Many of the personal stories and photos were used for the exhibit, along with several artifacts. One such artifact was the disco ball from Shelly’s Leg, an early gay bar in Seattle’s Pioneer Square which eventually became Tugs when it moved to Capitol Hill, where Madonna danced under it when she was in town filming A League of their Own. Earlier, when it hung at Tootsie’s Vintage Clothing Store, it is said that k.d. lang, Curt Cobain, Courtney Love, Chris Isaac, Wynona Ryder, Joe Jackson and Dale Chihuly shopped under it. The ball has since lived on Vashon for many years, in an islander’s attic.

Some other aspects of the exhibit were more painful, such as stories of hate crimes toward islanders, including the shooting death of the dogs of the town’s first female newspaper editor, who moved to Vashon in 1947 with her then same-sex partner.

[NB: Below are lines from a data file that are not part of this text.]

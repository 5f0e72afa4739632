/**
 * orbitalRotation: the Givens-network circuit U(V) of an n×n unitary V on the mode register, with
 * U(V)† a_k† U(V) = Σ_j V_jk a_j† and U(V)|vac> = |vac>.
 */
import { defineBlock } from '../circuit/defineBlock.js';
import { call, gate } from '../circuit/ops.js';
import type { Block, UnitaryOp } from '../circuit/types.js';
import { adjointMatrix } from '../linalg/adjointMatrix.js';
import type { ComplexMatrix } from '../linalg/ComplexMatrix.js';
import { checkUnitary } from './internal/checkUnitary.js';
import { clementsDecomposition } from './internal/clementsDecomposition.js';
import { reckDecomposition } from './internal/reckDecomposition.js';
import { phasedGivensRotation } from './phasedGivensRotation.js';

export interface OrbitalRotationOptions {
  /** Block name. Default `orbital_rotation`. */
  readonly name?: string;
  /** Largest accepted max |(V†V − I)_ij|. Default 1e-9. */
  readonly tolerance?: number;
  /**
   * `rectangular` (default): the Clements mesh, n rotation layers. `triangular`: the Reck triangle, 2n − 3 layers.
   * Both use n(n−1)/2 rotations.
   */
  readonly arrangement?: 'rectangular' | 'triangular';
}

/**
 * The orbital rotation U(V): U(V)† a_k† U(V) = Σ_j V_jk a_j†, U(V)|vac> = |vac>; equivalently its
 * one-particle action is V† (|k> ↦ Σ_j (V†)_jk |j>) and on N particles it acts by N×N minors of V†.
 * Built from a factorisation V† = g_L ⋯ g_1 D: single-mode phases p(φ_k) (D) first, then exactly n(n−1)/2 calls of
 * `phased_givens_rotation` (g_1 … g_L) on adjacent modes, in the rectangular arrangement of Clements et al.
 * (Optica 3, 1460, 2016) or the triangular one of Reck et al. (Phys. Rev. Lett. 73, 58, 1994); as a fermionic
 * circuit after Kivlichan et al. (Phys. Rev. Lett. 120, 110501, 2018). Rotations that happen to be the identity
 * are kept, so the structure depends on n and the arrangement only.
 * @throws RangeError when V is not square or not unitary within the tolerance.
 */
export function orbitalRotation(V: ComplexMatrix, options: OrbitalRotationOptions = {}): Block {
  checkUnitary(V, options.tolerance ?? 1e-9, 'orbitalRotation');
  const n = V.n;
  const arrangement = options.arrangement ?? 'rectangular';
  const decompose = arrangement === 'rectangular' ? clementsDecomposition : reckDecomposition;
  const { phases, rotations } = decompose(adjointMatrix(V));
  const ops: UnitaryOp[] = [];
  phases.forEach((phi, k) => {
    if (phi !== 0) ops.push(gate('p', [k], [phi]));
  });
  for (const r of rotations) ops.push(call(phasedGivensRotation, [r.mode, r.mode + 1], [r.theta, r.psi, r.chi]));
  return defineBlock(
    {
      name: options.name ?? 'orbital_rotation',
      role: `orbital rotation U(V) on ${n} modes: phases, then ${(n * (n - 1)) / 2} adjacent Givens rotations (${arrangement} mesh)`,
      qubits: n,
    },
    ops,
  );
}
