/**
 * temporaryAnd: with measurement-based uncomputation (the decomposition table's `measured` mode), costs a conjugated block
 * whose compute is one ccx onto a work qubit — the AND of two controls held while the action runs, as the pair terms of
 * the Fourier and ripple adders use it — as a temporary logical-AND: 1 Toffoli to compute (4 T), 0 to erase (an X-basis
 * measurement and a classically controlled CZ: Cliffords), instead of the simulated ccx pair's 2 Toffolis (Gidney,
 * Quantum 2, 74, 2018, §2: four T gates to store the logical-AND of two qubits, zero to erase it; equivalent to Jones,
 * Phys. Rev. A 87, 022328, 2013). The action is counted as simulated, under the application's modifiers and repeats.
 */
import type { Block } from '../../circuit/types.js';
import type { CostOverride } from '../CostOverride.js';
import { singleCharge, sumCounts } from '../HierarchyCount.js';
import { tally } from '../Tally.js';

export const TEMPORARY_AND_SOURCE = 'Gidney, Quantum 2, 74 (2018), temporary logical-AND erased by measurement';
const LABEL = 'temporary logical-AND (measured uncompute)';

/** The override for `block` when its compute is exactly one plain ccx whose target is a declared work qubit, else null. */
export function temporaryAnd(block: Block): CostOverride | null {
  const body = block.body;
  if (body.kind !== 'conjugated' || body.compute.length !== 1) return null;
  const and = body.compute[0]!;
  const plain = and.kind === 'gate' && and.name === 'ccx' && and.controls.length === 0 && and.negControls.length === 0 && !and.inverse && and.power === 1;
  if (!plain || !(block.workQubits ?? []).includes(and.qubits[2]!)) return null;
  return {
    label: LABEL,
    source: TEMPORARY_AND_SOURCE,
    // Compute and erasure happen once per application; only the action repeats (as for any conjugated block).
    cost: (context) =>
      sumCounts([
        [singleCharge(LABEL, TEMPORARY_AND_SOURCE, tally({ toffoli: 1, cliffords: 2 })), 1],
        [context.countOps(body.action, context.controls, context.negControls, context.inverse), context.times],
      ]),
  };
}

As recently as the 1990s, a Vashon Gay Pride Alliance street sign was defaced and had to be replaced – serving as an important reminder that the march continues everywhere for equality, acceptance and inclusion.

A dedicated corps of volunteer advisors and curators worked together to create IN and OUT with the goal of helping each visitor step into the experience of living as an LGBTQIA+ person on Vashon, and highlighted both the joyful and painful parts of that experience over decades. IN and OUT illuminates a hidden part of history, one that challenges viewer perceptions and opens minds.